Clinical Sciences/Health Conditions
Mohammad Tariqul Islam, FCPS
Associate Professor
Bangladesh Medical Universoty (BMU)
DHAKA, Dhaka, Bangladesh
Anika Tasnim, MPH
Research Associate
Bangladesh Medical University
Dhaka, Dhaka, Bangladesh
Taslim Uddin, FCPS, FRCP (he/him/his)
Professor
Bangladesh Medical University
Dhaka, Dhaka, Bangladesh
AKM Salek, FCPS
Professor
Bangladesh Medical University
Dhaka, Dhaka, Bangladesh
Farjina Yeasmeen, MPH
Research Assistant
Bangladesh Medical University
Dhaka, Dhaka, Bangladesh
Arna Chowdhury, MPH
Research Assistant
Bangladesh Medical University
Dhaka, Dhaka, Bangladesh
Keertika Orchi, MPH
Research Assistant
Bangladesh Medical University
Dhaka, Dhaka, Bangladesh
M Atiqul Haque, PhD
Professor
Bangladesh Medical University
Dhaka, Dhaka, Bangladesh
PRISMA 2020-compliant systematic review (PROSPERO CRD42024512418). Searched six databases (PubMed, CINAHL, Scopus, Embase, APA PsycNET, Web of Science) August 7-8, 2024, for 2000–2024 English cross-sectional studies on SCI sexual well-being in adults ≥18 years; included reference/grey literature checks. Included peer-reviewed original data only; excluded non-cross-sectional, pediatric/pregnant, reviews/protocols. Rayyan for deduplication and dual independent screening (four reviewers); data extraction by three using piloted Excel; AXIS quality assessment (84.6% high quality). Narrative synthesis (sexual activity/adjustment); no meta-analysis due to heterogeneity. 26 studies, 3805 participants.
Results:
From 26 cross-sectional studies (n=3805 adults with SCI), sexual activity declined markedly post-injury: frequency dropped (e.g., >50% reduction in intercourse), erectile function impaired in most men (60-100% dysfunction), ejaculation/orgasm capability fell (20-50% retained), women reported reduced arousal/lubrication (30-60% affected) and altered sensation. Many shifted to non-genital stimulation, kissing/touching, or fantasy for intimacy.
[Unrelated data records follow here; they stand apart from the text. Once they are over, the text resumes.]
import type { LimitId } from '../report/report.js';
import type { WallBuckling } from '../buckling/wall.js';
import { Box } from '../tube/box.js';
import { MEASURES, type Measure } from '../tube/measure.js';
import type { Section } from '../tube/section.js';
import { Span } from '../tube/span.js';
import type { Check } from './check.js';
import { Groups } from './groups.js';

/** A limit that passes at U ≤ by, in every load case. */
export interface Eased {
  readonly limit: LimitId;
  readonly by: number;
}

/**
 * The checks of a problem as the search evaluates them, far faster than one by one. Of the checks that are multiples of
 * one measure of the tube only the strictest is kept: whatever passes it passes the others. So the first places belong
 * to the measures, by number, with U = 0 where no check goes by one; the checks that are no such multiples follow. An
 * eased limit is U over its level, so that every place passes at 1.
 */
export class Kernel {
  /** places: the measures and the checks after them */
  readonly count: number;
  /** U of every place over the box last looked at */
  readonly spans: readonly Span[];
  private readonly factors = new Float64Array(MEASURES);
  private readonly groups: Groups;
  private readonly steps: readonly ((at: Section) => void)[];
  private readonly values: Float64Array;
  private readonly scales: Float64Array;
  private readonly eased: boolean;
  /** the wall's buckling where no other check is left, as under pure torsion */
  private readonly lone: WallBuckling | null;

  constructor(checks: readonly Check[], eased?: Eased) {
    const scale = ({ limit }: Check): number => (limit === eased?.limit ? 1 / eased.by : 1);
    for (const check of checks) {
      if (check.proportion === null) continue;
      const { measure, factor } = check.proportion;
      this.factors[measure] = Math.max(this.factors[measure] as number, factor * scale(check));
    }
    this.groups = new Groups(checks.filter(({ proportion }) => proportion === null));
    const { all } = this.groups;
    this.eased = eased !== undefined;
    this.scales = Float64Array.from(all, scale);
    this.values = new Float64Array(all.length);
    this.steps = this.groups.steps(this.values);
    this.lone = this.groups.lone;
    this.count = MEASURES + all.length;
    this.spans = Array.from({ length: this.count }, () => new Span().homogeneous(0, 0, 0, 0, 0));
    // any box will do: what is to be set is the slopes
    const box = new Box(0, 4).set(1, 1, 0.1, 0.1);
    this.factors.forEach((factor, place) => {
      if (factor > 0) box.multiple(place as Measure, factor, this.spans[place] as Span);
    });
  }

  /** The largest U at a point. */
  fullest(at: Section): number {
    const { values, scales, steps, lone } = this;
    if (lone !== null) return Math.max(at.fullest(this.factors), lone.utilisation(at) * (scales[0] as number));
    for (let i = 0; i < steps.length; i++) (steps[i] as (at: Section) => void)(at);
    let most = at.fullest(this.factors);
    for (let i = 0; i < values.length; i++) most = Math.max(most, (values[i] as number) * (scales[i] as number));
    return most;
  }

  /** One place at a point. */
  utilisation(place: number, at: Section): number {
    if (place < MEASURES) return at.multiple(place as Measure, this.factors[place] as number);
    const i = place - MEASURES;
    return (this.groups.all[i] as Check).utilisation(at) * (this.scales[i] as number);
  }

  /** Every place enclosed over a box, into `spans`. */
  bounds(over: Box): void {
    const { groups, scales, spans } = this;
    over.multiples(this.factors, spans);
    groups.bounds(over, spans, MEASURES);
    if (!this.eased) return;
    for (let i = 0; i < scales.length; i++) {
      const span = spans[MEASURES + i] as Span;
      span.scaled(span, scales[i] as number);
    }
  }
}
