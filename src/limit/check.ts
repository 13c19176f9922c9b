import type { Job } from '../job/job.js';
import type { Metal } from '../material/material.js';
import type { LimitId } from '../report/report.js';
import type { Box } from '../tube/box.js';
import type { Measure } from '../tube/measure.js';
import type { Section } from '../tube/section.js';
import type { Span } from '../tube/span.js';

/** The pair a checker sets side by side, factors included in the demand, in the limit's unit. */
export interface Pair {
  readonly demand: number;
  readonly capacity: number;
  /** thrust or bending makes the utilisation an interaction, not the quotient of the pair */
  readonly interaction: boolean;
  /** where it is not the limit's own */
  readonly unit?: string;
}

/** U as a constant multiple of one measure of the tube. */
export interface Proportion {
  readonly measure: Measure;
  readonly factor: number;
}

/** One limit under one load case, its constants hoisted. */
export interface Check {
  readonly limit: LimitId;
  /** index of the load case; null where the limit does not depend on load */
  readonly load: number | null;
  /** where U is a multiple of one measure, which: such checks are evaluated together; else null */
  readonly proportion: Proportion | null;
  /** U at a point: 1 is exactly full, ≤ 1 passes; proportional to load where it can be */
  utilisation(at: Section): number;
  /** U enclosed over a box, to within `OUTWARD` */
  bound(over: Box, out: Span): void;
  pair(at: Section): Pair;
}

/** One limit of the engineering basis: what it is called, what it says, and how it is prepared. */
export interface Limit {
  readonly id: LimitId;
  readonly label: string;
  /** unit of demand and capacity, SI */
  readonly unit: string;
  /** the rule as a checker would write it */
  readonly formula: string;
  readonly source: string;
  /** The checks that the job puts on a tube of this metal; none where the limit does not apply. */
  prepare(job: Job, metal: Metal): readonly Check[];
}
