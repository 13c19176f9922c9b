import { interaction, interactionOver } from '../buckling/interaction.js';
import { parabola, slope } from '../buckling/parabola.js';
import type { LoadCase } from '../job/job.js';
import type { Metal } from '../material/material.js';
import type { Box } from '../tube/box.js';
import { MEASURE } from '../tube/measure.js';
import type { Section } from '../tube/section.js';
import { Span, times } from '../tube/span.js';
import type { Check, Limit, Pair, Proportion } from './check.js';

/** A long shaft under thrust and torque between pinned bearings. */
export class Column implements Check {
  readonly limit = 'column';
  readonly proportion: Proportion | null;
  private readonly torque = Number.NaN;
  private readonly thrust = Number.NaN;
  private readonly euler = Number.NaN;
  private readonly greenhill = Number.NaN;
  /** n_b·T·Ls/(2πE), m⁴ */
  private readonly twisting = Number.NaN;
  private readonly plateau = Number.NaN;
  private readonly c = new Span();

  constructor(
    readonly load: number,
    loadCase: LoadCase,
    metal: Metal,
    span: number,
  ) {
    const { youngsModulus, compressiveYield } = metal;
    this.torque = loadCase.bucklingFactor * Math.abs(loadCase.torque);
    this.thrust = loadCase.bucklingFactor * Math.max(0, -loadCase.axial);
    this.euler = (Math.PI * Math.PI * youngsModulus) / (span * span);
    this.greenhill = (2 * Math.PI * youngsModulus) / span;
    this.twisting = this.torque / this.greenhill;
    this.plateau = compressiveYield;
    this.proportion = this.thrust > 0 ? null : { measure: MEASURE.perSecondMoment, factor: this.twisting };
  }

  utilisation(at: Section): number {
    const twisting = this.twisting * at.perSecondMoment;
    return this.thrust === 0 ? twisting : interaction(this.thrust / this.criticalThrust(at), twisting);
  }

  bound(over: Box, out: Span): void {
    const { c } = this;
    if (this.torque > 0) out.scaled(over.perSecondMoment, this.twisting);
    if (this.thrust === 0) return;
    this.thrustOver(over, c);
    if (this.torque > 0) interactionOver(out, c, out);
    else out.copy(c);
  }

  /** n_b·P/P_cr over a box. */
  private thrustOver({ area, gyrationSquared: g }: Box, out: Span): void {
    const { thrust, plateau, euler } = this;
    const e0 = euler * g.lo;
    const e1 = euler * g.hi;
    const f0 = slope(e1, plateau);
    const f1 = slope(e0, plateau);
    out.lo = thrust / (area.hi * parabola(e1, plateau));
    out.hi = thrust / (area.lo * parabola(e0, plateau));
    out.dLo = -(area.dHi + times(g.dHi, f1, f0));
    out.dHi = -(area.dLo + times(g.dLo, f0, f1));
    out.tLo = -(area.tHi + times(g.tHi, f1, f0));
    out.tHi = -(area.tLo + times(g.tLo, f0, f1));
  }

  pair(at: Section): Pair {
    if (this.torque === 0) {
      return { demand: this.thrust, capacity: this.criticalThrust(at), interaction: false, unit: 'N' };
    }
    return { demand: this.torque, capacity: this.greenhill * at.secondMoment, interaction: this.thrust > 0 };
  }

  /** P_cr = A·F(P_E/A; Fcy), N */
  private criticalThrust(at: Section): number {
    return at.area * parabola(this.euler * at.gyrationSquared, this.plateau);
  }
}

/** Long-shaft instability under torque and thrust (Greenhill). */
export const column: Limit = {
  id: 'column',
  label: 'column',
  unit: 'N·m',
  formula: 'U = ½[c + √(c² + 4s²)], c = n_b·P/P_cr, s = n_b·T/T_cr, P_cr = A·F(π²EI/(Ls²A); Fcy), T_cr = 2πEI/Ls',
  source: 'Greenhill; Timoshenko & Gere, Theory of Elastic Stability (from memory); Johnson parabola',
  prepare: ({ loads, tube }, metal) =>
    loads.flatMap((load, index) =>
      load.torque === 0 && load.axial >= 0 ? [] : [new Column(index, load, metal, tube.supportSpacing)],
    ),
};
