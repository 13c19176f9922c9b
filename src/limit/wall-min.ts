import type { Limit } from './check.js';
import { AtLeast, WALL } from './geometric.js';

/** Minimum gauge, the record's or the job's. */
export const wallMin: Limit = {
  id: 'wall-min',
  label: 'minimum wall',
  unit: 'm',
  formula: 'U = t_min/t, t_min the larger of the material’s and the job’s, t nominal',
  source: 'The process’s minimum gauge and the job’s own',
  prepare: ({ tube }, metal) => {
    const least = Math.max(metal.wallMin, tube.wallMin ?? 0);
    return least > 0 ? [new AtLeast('wall-min', WALL, least)] : [];
  },
};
Sexual adjustment was more psychosocial than physical: key barriers included body image issues, low self-confidence, fear of rejection, and decreased libido (affecting 40-70%). Positive adjustment correlated strongly with partner support, relationship quality, and communication; stable partnerships reduced embarrassment/dysfunction. Over time, some improved via mutual adaptation. Psychological/relational factors outweighed injury level/severity in predicting satisfaction and reintegration.
Conclusion:
Spinal cord injury severely impairs sexual well-being, reducing activity (frequency, arousal, erection/ejaculation in men, lubrication/orgasm in women) and satisfaction. Psychosocial factors—body image issues, low confidence, fear of rejection—often outweigh physical limitations. Positive adjustment relies on partner support, communication, and adaptive intimacy strategies; injury severity matters less than relational quality. Comprehensive rehabilitation must include sexual counseling, psychological support, and partner involvement to promote reintegration, intimacy, and quality of life. Sexual health integration into routine SCI care is critical.